畢竟,在這個年代,理學就是很多讀書人的一切。

理學的根深蒂固,不僅僅在於它只是科舉的敲門磚。

更重要的是,它是整個社會的道德標準乃至整個“世界”的運行規則。

萬事萬物,都離不開理學。

所以變法如果不從理學上面找到理論依據,不能做到“六經注我,我注六經”,那麽先天的輿論就處於極度劣勢。

這種事情,無論是學貫三教的道衍,還是號稱道門碩儒的張宇初,都做不到!

只有一人,能擔此任。

而“矛盾”之說甫一現世,就無異於振聾發聵的黃鐘大呂!

任誰都知道,用矛盾來解釋太極陰陽,乃是最巧妙不過的辦法,而且矛盾一旦與運動相聯系,便如陰陽魚流轉開來。

太極,不再是死的、靜止的!

而是時時刻刻、每時每刻都在流轉不休!

這就是,道啊!!!

呼啦啦!

一刹那間,幾乎前排大多數跪坐著的人,都心頭澄凈地朝著那青衫國師拜倒。

“——請國師傳道!”

不知是誰率先喊出了一聲。

緊接著,更多的人都跟著高喝了起來。

“請國師傳道!”

“……”

浩蕩的聲浪,如滾滾潮水,回蕩在這座古老的城池當中。

絕大多數人此時的心情都是無比地震撼,哪怕再遲鈍的人,也知道,眼下,他們將親眼見證歷史了!
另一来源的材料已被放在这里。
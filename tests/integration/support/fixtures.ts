import bcrypt from 'bcryptjs';
import { Organisation, Site, User, Setting } from '@/models';
import type { Role } from '@/lib/permissions';

/** A minimal world: settings, the operator with one depot, one customer with one site. */
export async function baseWorld() {
  const setting = await Setting.create({
    operatorName: 'Test Pool',
    gs1CompanyPrefix: '9529999',
    gs1PrefixLength: 7,
    digitalLinkBase: 'http://localhost:4321',
    timeZone: 'Europe/Amsterdam',
    currency: 'EUR',
    taxRate: '0.2100',
    mailSender: 'pool@test.example',
  });
  const operator = await Organisation.create({ name: 'Test Pool', kind: 'operator', contactEmail: null });
  const customer = await Organisation.create({ name: 'Test Customer', kind: 'customer', contactEmail: 'c@test.example', freeDays: 14 });
  const depot = await Site.create({ organisationId: operator.id, code: 'DEP-T1', name: 'Test depot', kind: 'depot', address: null, latitude: '51.9', longitude: '4.4' });
  const depot2 = await Site.create({ organisationId: operator.id, code: 'DEP-T2', name: 'Second depot', kind: 'depot', address: null, latitude: '51.4', longitude: '6.7' });
  const customerSite = await Site.create({
    organisationId: customer.id,
    code: 'CUS-T1',
    name: 'Customer site',
    kind: 'customer',
    address: null,
    latitude: '51.8',
    longitude: '4.6',
  });
  return { setting, operator, customer, depot, depot2, customerSite };
}

const HASH = bcrypt.hashSync('test-password', 4);
export async function makeUser(role: Role, organisationId: number, extra: Partial<{ email: string; homeSiteId: number; active: boolean }> = {}) {
  return User.create({
    email: extra.email ?? `${role}-${Math.random().toString(36).slice(2, 8)}@test.example`,
    name: `Test ${role}`,
    passwordHash: HASH,
    role,
    organisationId,
    homeSiteId: extra.homeSiteId ?? null,
    active: extra.active ?? true,
    lastSignInAt: null,
  });
}

import { BinType, LinerLot, HireOrder } from '@/models';
import { registerBin } from '@/lib/bins/bin-register.server';
import { receiveLot } from '@/lib/liners/liner-ledger.server';
import { makeGrai } from '@/lib/gs1';
import { forgetSettings } from '@/lib/settings/settings.server';
import type { Actor } from '@/lib/scans/scan-service.server';

/** baseWorld plus a bin type, a liner lot, a confirmed hire order and one user per role. */
export async function poolWorld() {
  forgetSettings();
  const w = await baseWorld();
  const binType = await BinType.create({
    code: 'T1000',
    name: 'Test bin 1000 L',
    graiAssetType: '10010',
    nominalCapacityL: 1000,
    tareKg: '86',
    maxGrossKg: '1285',
    footprintLengthMm: 1200,
    footprintWidthMm: 1000,
    heightErectedMm: 1160,
    heightFoldedMm: 380,
    unCode: '31HA2',
  });
  const received = await receiveLot(
    { id: null },
    { supplier: 'Test Liners', lotNumber: 'TL-001', spec: 'PE bag', quantity: 100, receivedOn: '2026-01-01', expiryDate: '2028-01-01', siteId: w.depot.id },
    { now: new Date('2026-01-01T09:00:00Z') },
  );
  const lot = (await LinerLot.findByPk(received.lotId))!;
  const order = await HireOrder.create({
    reference: 'HO-TEST-1',
    customerId: w.customer.id,
    deliverySiteId: w.customerSite.id,
    depotSiteId: w.depot.id,
    binTypeId: binType.id,
    quantity: 24,
    neededBy: '2026-12-10',
    status: 'confirmed',
    product: 'Test oil',
    notes: null,
  });
  const planner = await makeUser('planner', w.operator.id);
  const yard = await makeUser('yard', w.operator.id, { homeSiteId: w.depot.id });
  const customerUser = await makeUser('customer', w.customer.id);
  const actor = (u: typeof planner): Actor => ({ id: u.id, role: u.role, organisationId: u.organisationId, homeSiteId: u.homeSiteId });
  return { ...w, binType, lot, order, planner: actor(planner), yard: actor(yard), customerUser: actor(customerUser) };
}

let serialCounter = 0;
export async function newBin(w: Awaited<ReturnType<typeof poolWorld>>, extra: { manufactureMonth?: string; lastIntermediateTestMonth?: string; registeredAt?: string } = {}) {
  serialCounter += 1;
  const grai = makeGrai('9529999', '10010', `T${String(serialCounter).padStart(5, '0')}`);
  return registerBin(
    w.planner,
    {
      grai,
      binTypeId: w.binType.id,
      siteId: w.depot.id,
      manufactureMonth: extra.manufactureMonth ?? '2026-01',
      lastIntermediateTestMonth: extra.lastIntermediateTestMonth ?? null,
    },
    { now: new Date(extra.registeredAt ?? '2026-11-01T08:00:00Z') },
  );
}

import { beforeAll, afterAll } from 'vitest';
import { resetDatabase, sequelize } from './db';
import { AppError } from '@/lib/api-errors';

export type PoolWorld = Awaited<ReturnType<typeof poolWorld>>;

/**
 * For a test file: empty tables and a fresh poolWorld() before its tests, the
 * connection closed after them. The returned object reads through to the world
 * once it exists, so tests write `w.depot`, `w.yard`, …
 */
export function usePoolWorld(): PoolWorld {
  let world: PoolWorld | undefined;
  beforeAll(async () => {
    await resetDatabase();
    world = await poolWorld();
  });
  afterAll(async () => {
    await sequelize.close();
  });
  return new Proxy({} as PoolWorld, { get: (_, key) => (world as Record<PropertyKey, unknown> | undefined)?.[key] });
}

/** The AppError a call is refused with (fails the test when it is not refused). */
export async function appErrorOf(p: Promise<unknown>): Promise<AppError> {
  try {
    await p;
  } catch (e) {
    if (e instanceof AppError) return e;
    throw e;
  }
  throw new Error('expected a refusal');
}

/**
 * A second customer organisation with a site, a confirmed order and a user, beside poolWorld's customer: for the
 * tests that one customer never sees nor touches another's things.
 */
export async function addSecondCustomer(w: PoolWorld) {
  const customer = await Organisation.create({ name: 'Other Customer', kind: 'customer', contactEmail: 'other@test.example', freeDays: 10 });
  const site = await Site.create({ organisationId: customer.id, code: 'OTH-T1', name: 'Other site', kind: 'customer', address: null, latitude: '50.9', longitude: '5.7' });
  const order = await HireOrder.create({
    reference: 'HO-OTHER-1',
    customerId: customer.id,
    deliverySiteId: site.id,
    depotSiteId: w.depot.id,
    binTypeId: w.binType.id,
    quantity: 4,
    neededBy: '2026-12-12',
    status: 'confirmed',
    product: 'Other syrup',
    notes: null,
  });
  const user = await makeUser('customer', customer.id);
  return { customer, site, order, user };
}
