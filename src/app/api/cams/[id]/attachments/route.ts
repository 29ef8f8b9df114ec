import { attachmentCollectionRoutes } from '@/lib/http/attachment-routes';
import { getCam } from '@/lib/db/queries/cams';

const routes = attachmentCollectionRoutes('cam', async (id) => (await getCam(id)) !== null);
export const GET = routes.GET;
export const POST = routes.POST;
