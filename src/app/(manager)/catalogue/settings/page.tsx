import type { Metadata } from 'next';
import { percentFromBp, formatCents } from '@/components/catalogue/format';
import { SettingsForm } from '@/components/catalogue/record-forms';
import { Banner, PageHeader } from '@/components/catalogue/ui';
import { requireRoleForPage } from '@/lib/auth/guard';
import { getShopSettingsRecord } from '@/lib/db/queries/settings';

export const metadata: Metadata = { title: 'Prices and deposit' };

export default async function SettingsPage() {
  await requireRoleForPage('manager');
  const settings = await getShopSettingsRecord();
  return (
    <div className="flex flex-col gap-4">
      <PageHeader title="Prices and deposit" lead="The labour rate, tax rate and deposit policy every new quote uses." back={{ href: '/catalogue', label: 'Catalogue' }} />
      {settings ? (
        <>
          <p className="text-sm tabular-nums text-ink-soft">
            Now: labour {formatCents(settings.laborRateCents)}/h · tax {percentFromBp(settings.taxRateBp)} · deposit {percentFromBp(settings.depositPercentBp)} of the total, at least {formatCents(settings.depositMinCents)} and at most {formatCents(settings.depositMaxCents)}.
          </p>
          <SettingsForm settings={settings} />
        </>
      ) : (
        <Banner tone="fault" title="The shop has no settings row">Run the migrations and the seed, then reload this page.</Banner>
      )}
    </div>
  );
}
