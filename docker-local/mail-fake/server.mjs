// Local stand-in for the hosted e-mail API, shaped so the official `resend` SDK
// works against it unchanged (RESEND_BASE_URL=http://127.0.0.1:4025).
// Plain Node built-ins only, so it runs anywhere `node` does.
import http from 'node:http';
import fs from 'node:fs';
import path from 'node:path';
import crypto from 'node:crypto';
import { fileURLToPath } from 'node:url';

const repoRoot = path.resolve(path.dirname(fileURLToPath(import.meta.url)), '../..');
const PORT = Number(process.env.MAIL_FAKE_PORT ?? 4025);
const HOST = process.env.MAIL_FAKE_HOST ?? '127.0.0.1';
const API_KEY = process.env.MAIL_FAKE_API_KEY ?? 're_test_local';
const DATA_DIR = path.resolve(repoRoot, process.env.MAIL_FAKE_DATA_DIR ?? 'var/mail-fake');
const STORE_FILE = path.join(DATA_DIR, 'messages.json');
const MAX_BODY_BYTES = 10 * 1024 * 1024;
const MAX_BATCH = 100;

// ---------- storage ----------

function loadMessages() {
  try {
    return JSON.parse(fs.readFileSync(STORE_FILE, 'utf8')).messages ?? [];
  } catch (err) {
    if (err.code === 'ENOENT') return [];
    throw new Error(`mail-fake: cannot read ${STORE_FILE}: ${err.message}`);
  }
}

// Rename is atomic on one filesystem, so a crash mid-write never leaves half a file.
function saveMessages() {
  fs.mkdirSync(DATA_DIR, { recursive: true });
  const tmp = `${STORE_FILE}.${process.pid}.tmp`;
  fs.writeFileSync(tmp, JSON.stringify({ messages }, null, 2));
  fs.renameSync(tmp, STORE_FILE);
}

let messages = loadMessages(); // oldest first; reversed when listed
// Replays are only promised within one run; a restart forgets keys.
const idempotent = new Map();

// ---------- helpers ----------

class ApiError extends Error {
  constructor(statusCode, name, message) {
    super(message);
    this.statusCode = statusCode;
    this.name = name;
  }
}

function sendJson(res, status, body) {
  const text = JSON.stringify(body);
  res.writeHead(status, {
    'Content-Type': 'application/json; charset=utf-8',
    'Content-Length': Buffer.byteLength(text),
  });
  res.end(text);
}

function sendError(res, err) {
  sendJson(res, err.statusCode, { statusCode: err.statusCode, name: err.name, message: err.message });
}

function readBody(req) {
  return new Promise((resolve, reject) => {
    const chunks = [];
    let size = 0;
    req.on('data', (chunk) => {
      size += chunk.length;
      if (size > MAX_BODY_BYTES) {
        reject(new ApiError(413, 'validation_error', 'Request body is too large.'));
        req.destroy();
      } else chunks.push(chunk);
    });
    req.on('end', () => resolve(Buffer.concat(chunks).toString('utf8')));
    req.on('error', reject);
  });
}

function parseJson(text) {
  try {
    return JSON.parse(text);
  } catch {
    throw new ApiError(422, 'validation_error', 'Request body must be valid JSON.');
  }
}

function authorize(req) {
  const header = req.headers.authorization ?? '';
  const match = /^Bearer\s+(.+)$/i.exec(header);
  if (!match) {
    throw new ApiError(
      401,
      'missing_api_key',
      'Missing API key in the authorization header. Include the following header in the request: Authorization: Bearer YOUR_API_KEY',
    );
  }
  if (match[1].trim() !== API_KEY) throw new ApiError(403, 'invalid_api_key', 'API key is invalid');
}

const listOf = (value) => (value == null ? [] : Array.isArray(value) ? value : [value]);
// Accepts both `a@b.c` and `Name <a@b.c>`; returns the bare address or null.
function addressOf(value) {
  if (typeof value !== 'string') return null;
  const match =
    /<([^<>\s]+@[^<>\s]+\.[^<>\s]+)>\s*$/.exec(value) ?? /^\s*([^<>\s]+@[^<>\s]+\.[^<>\s]+)\s*$/.exec(value);
  return match ? match[1].toLowerCase() : null;
}

function validateEmail(body) {
  if (body === null || typeof body !== 'object' || Array.isArray(body)) {
    throw new ApiError(422, 'validation_error', 'Request body must be a JSON object.');
  }
  for (const field of ['from', 'to', 'subject']) {
    const value = body[field];
    if (value == null || value === '' || (Array.isArray(value) && value.length === 0)) {
      throw new ApiError(422, 'missing_required_field', `Missing \`${field}\` field.`);
    }
  }
  if (!body.html && !body.text) throw new ApiError(422, 'missing_required_field', 'Missing `html` or `text` field.');
  if (!addressOf(body.from)) {
    throw new ApiError(
      422,
      'validation_error',
      'Invalid `from` field. The email address needs to follow the `email@example.com` or `Name <email@example.com>` format.',
    );
  }
  for (const field of ['to', 'cc', 'bcc', 'reply_to']) {
    const list = listOf(body[field]);
    if (list.length > 50) throw new ApiError(422, 'validation_error', `Too many recipients in \`${field}\` (max 50).`);
    const bad = list.find((entry) => !addressOf(entry));
    if (bad !== undefined) {
      throw new ApiError(
        422,
        'validation_error',
        `Invalid \`${field}\` field. ${JSON.stringify(bad)} is not a valid email address.`,
      );
    }
  }
  if (typeof body.subject !== 'string')
    throw new ApiError(422, 'validation_error', 'Invalid `subject` field. Expected a string.');
}

function toStored(body) {
  return {
    id: crypto.randomUUID(),
    from: body.from,
    to: listOf(body.to),
    cc: listOf(body.cc),
    bcc: listOf(body.bcc),
    replyTo: listOf(body.reply_to),
    subject: body.subject,
    html: body.html ?? null,
    text: body.text ?? null,
    headers: body.headers ?? {},
    tags: body.tags ?? [],
    // Contents are dropped: the inbox only needs to show that something was attached.
    attachments: listOf(body.attachments).map((a) => ({
      filename: a?.filename ?? null,
      size: a?.content?.length ?? 0,
    })),
    scheduledAt: body.scheduled_at ?? null,
    createdAt: new Date().toISOString(),
  };
}

// Same key + same body replays the first answer; a different body is a client bug worth surfacing.
async function withIdempotency(req, rawBody, handler) {
  const key = req.headers['idempotency-key'];
  if (!key) return handler();
  const fingerprint = `${req.method} ${req.url} ${crypto.createHash('sha256').update(rawBody).digest('hex')}`;
  const previous = idempotent.get(key);
  if (previous) {
    if (previous.fingerprint !== fingerprint) {
      throw new ApiError(
        409,
        'invalid_idempotent_request',
        'Same idempotency key used with a different request payload. Change your idempotency key or payload.',
      );
    }
    return previous.result;
  }
  const result = handler();
  idempotent.set(key, { fingerprint, result });
  return result;
}

function apiView(m) {
  return {
    object: 'email',
    id: m.id,
    from: m.from,
    to: m.to,
    cc: m.cc,
    bcc: m.bcc,
    reply_to: m.replyTo,
    subject: m.subject,
    html: m.html,
    text: m.text,
    tags: m.tags,
    created_at: m.createdAt,
    scheduled_at: m.scheduledAt,
    last_event: 'delivered',
  };
}

function listView(m) {
  return {
    id: m.id,
    from: m.from,
    to: m.to,
    cc: m.cc,
    subject: m.subject,
    html: m.html,
    text: m.text,
    attachments: m.attachments ?? [],
    createdAt: m.createdAt,
  };
}

function newestFirst(to) {
  const wanted = to ? (addressOf(to) ?? to.toLowerCase()) : null;
  return messages
    .filter((m) => !wanted || [...m.to, ...m.cc, ...m.bcc].some((r) => addressOf(r) === wanted))
    .slice()
    .reverse();
}

// ---------- inbox page ----------

const escapeHtml = (value) => String(value ?? '').replace(/[&<>"']/g, (c) => `&#${c.charCodeAt(0)};`);

function inboxPage(selectedId, to) {
  const list = newestFirst(to);
  const selected = messages.find((m) => m.id === selectedId) ?? null;
  const query = to ? `&to=${encodeURIComponent(to)}` : '';
  const items = list
    .map(
      (m) => `
      <li class="${m.id === selectedId ? 'on' : ''}"><a href="/?id=${encodeURIComponent(m.id)}${query}">
        <strong>${escapeHtml(m.subject)}</strong><br>
        <small>${escapeHtml(m.to.join(', '))} · ${escapeHtml(m.createdAt)}</small></a></li>`,
    )
    .join('');
  let detail = '<p class="muted">Select a message.</p>';
  if (selected) {
    // sandbox="" (no allow-scripts, no allow-same-origin) keeps mail HTML from running code or reading this page.
    const body =
      selected.html != null
        ? `<iframe sandbox="" srcdoc="${escapeHtml(selected.html)}" title="message body"></iframe>`
        : `<pre>${escapeHtml(selected.text)}</pre>`;
    detail = `
      <h2>${escapeHtml(selected.subject)}</h2>
      <dl><dt>From</dt><dd>${escapeHtml(selected.from)}</dd>
      <dt>To</dt><dd>${escapeHtml(selected.to.join(', '))}</dd>
      ${selected.cc.length ? `<dt>Cc</dt><dd>${escapeHtml(selected.cc.join(', '))}</dd>` : ''}
      <dt>Date</dt><dd>${escapeHtml(selected.createdAt)}</dd>
      <dt>Id</dt><dd><code>${escapeHtml(selected.id)}</code></dd></dl>
      ${body}
      ${selected.html != null && selected.text ? `<details><summary>Plain-text part</summary><pre>${escapeHtml(selected.text)}</pre></details>` : ''}`;
  }
  return `<!doctype html>
<html lang="en"><head><meta charset="utf-8"><title>Local mail (${list.length})</title>
<style>
  body { margin: 0; font: 14px/1.4 system-ui, sans-serif; display: grid; grid-template-columns: 22rem 1fr; height: 100vh; }
  nav { border-right: 1px solid #ccc; overflow: auto; } nav h1 { font-size: 1rem; padding: 0 .75rem; }
  ul { list-style: none; margin: 0; padding: 0; } li a { display: block; padding: .5rem .75rem; color: inherit; text-decoration: none; border-bottom: 1px solid #eee; }
  li.on a, li a:hover { background: #eef3ff; } main { padding: 1rem 1.5rem; overflow: auto; }
  dl { display: grid; grid-template-columns: 4rem 1fr; gap: .2rem; } dt { color: #666; } dd { margin: 0; }
  iframe { width: 100%; height: 60vh; border: 1px solid #ccc; } pre { white-space: pre-wrap; } .muted { color: #888; }
</style></head>
<body><nav><h1>Local mail · ${list.length} message${list.length === 1 ? '' : 's'}${to ? ` to ${escapeHtml(to)}` : ''}</h1>
<ul>${items || '<li class="muted" style="padding:.75rem">No messages yet.</li>'}</ul></nav>
<main>${detail}</main></body></html>`;
}

// ---------- routes ----------

async function route(req, res) {
  const url = new URL(req.url, 'http://localhost');
  const { pathname } = url;
  const method = req.method;

  if (method === 'GET' && pathname === '/health') return sendJson(res, 200, { status: 'ok' });

  if (method === 'GET' && pathname === '/') {
    const html = inboxPage(url.searchParams.get('id'), url.searchParams.get('to'));
    res.writeHead(200, {
      'Content-Type': 'text/html; charset=utf-8',
      'Content-Security-Policy': "script-src 'none'; object-src 'none'; base-uri 'none'; form-action 'none'",
    });
    return res.end(html);
  }

  // Inspection endpoints for people and tests; deliberately unauthenticated.
  if (pathname === '/messages') {
    if (method === 'GET') return sendJson(res, 200, newestFirst(url.searchParams.get('to')).map(listView));
    if (method === 'DELETE') {
      const deleted = messages.length;
      messages = [];
      idempotent.clear();
      saveMessages();
      return sendJson(res, 200, { deleted });
    }
  }

  if (method === 'POST' && pathname === '/emails') {
    authorize(req);
    const raw = await readBody(req);
    const body = parseJson(raw);
    const result = await withIdempotency(req, raw, () => {
      validateEmail(body);
      const stored = toStored(body);
      messages.push(stored);
      saveMessages();
      return { id: stored.id };
    });
    return sendJson(res, 200, result);
  }

  if (method === 'POST' && pathname === '/emails/batch') {
    authorize(req);
    const raw = await readBody(req);
    const body = parseJson(raw);
    if (!Array.isArray(body)) throw new ApiError(422, 'validation_error', 'Batch body must be a JSON array of emails.');
    if (body.length > MAX_BATCH)
      throw new ApiError(422, 'validation_error', `A batch may hold at most ${MAX_BATCH} emails.`);
    const permissive = req.headers['x-batch-validation'] === 'permissive';
    const result = await withIdempotency(req, raw, () => {
      const errors = [];
      const valid = [];
      body.forEach((email, index) => {
        try {
          validateEmail(email);
          valid.push(email);
        } catch (err) {
          if (!(err instanceof ApiError)) throw err;
          errors.push({ index, message: err.message });
        }
      });
      // Strict mode is all-or-nothing, matching the hosted API's default.
      if (errors.length && !permissive)
        throw new ApiError(422, 'validation_error', `emails[${errors[0].index}]: ${errors[0].message}`);
      const stored = valid.map(toStored);
      messages.push(...stored);
      if (stored.length) saveMessages();
      return permissive
        ? { data: stored.map(({ id }) => ({ id })), errors }
        : { data: stored.map(({ id }) => ({ id })) };
    });
    return sendJson(res, 200, result);
  }

  const emailMatch = /^\/emails\/([^/]+)$/.exec(pathname);
  if (method === 'GET' && emailMatch) {
    authorize(req);
    const found = messages.find((m) => m.id === decodeURIComponent(emailMatch[1]));
    if (!found) throw new ApiError(404, 'not_found', 'Email not found');
    return sendJson(res, 200, apiView(found));
  }

  const known = ['/', '/health', '/messages', '/emails', '/emails/batch'].includes(pathname) || emailMatch;
  if (known) throw new ApiError(405, 'method_not_allowed', 'Method is not allowed for the requested path.');
  throw new ApiError(404, 'not_found', 'The requested endpoint does not exist.');
}

const server = http.createServer((req, res) => {
  const started = Date.now();
  res.on('finish', () => {
    console.log(
      `[mail-fake] ${new Date().toISOString()} ${req.method} ${req.url} ${res.statusCode} ${Date.now() - started}ms`,
    );
  });
  route(req, res).catch((err) => {
    if (res.headersSent) return res.destroy();
    if (err instanceof ApiError) return sendError(res, err);
    console.error('[mail-fake] unexpected error', err);
    sendError(res, new ApiError(500, 'application_error', 'Internal server error.'));
  });
});

server.listen(PORT, HOST, () => {
  const { port } = server.address();
  console.log(`[mail-fake] listening on http://${HOST}:${port} (data: ${STORE_FILE}, ${messages.length} stored)`);
});

function shutdown(signal) {
  console.log(`[mail-fake] ${signal} received, shutting down`);
  server.close(() => process.exit(0));
  server.closeAllConnections();
}
process.on('SIGTERM', shutdown);
process.on('SIGINT', shutdown);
聽著排山倒海般的呼聲,姜星火的心緒也出現了幾分激蕩。

他勉力壓住心頭起伏,開口說道。

“矛盾之法,其一,曰普遍性與特殊性。”

“《易經》曰:一陰一陽之謂道。”

“一陰一陽,所謂‘二元’,表萬物之對立性及根源之虛實相成。”

“二元者,對立也,這便是為何我說陰陽乃是矛盾。”

姜星火隨口講了矛盾之說來源的小故事。

“楚人有鬻盾與矛者,譽之曰:吾盾之堅,物莫能陷也;又譽其矛曰:吾矛之利,於物無不陷也;或曰:以子之矛,陷子之盾,何如?其人弗能應也。夫不可陷之盾與無不陷之矛,不可同世而立。”

講完小故事,姜星火提問道。

“何謂矛盾之普遍性?”

姜星火隨手指了指第三排的一個監生。

“這位生員,你不妨來回答一下。”

被點到的監生受寵若驚地給出了自己的答案:“大概便是說,矛盾乃是太極陰陽,既然天理存乎於萬事萬物,那麽太極也存在於萬事萬物,矛盾也是如此,所以具有普遍性……便是說,事事有矛盾。”

這是程朱理學的天理觀,把太極陰陽替換成矛盾,幾乎毫無滯澀就能理解,為什麽矛盾存在於世間萬物中。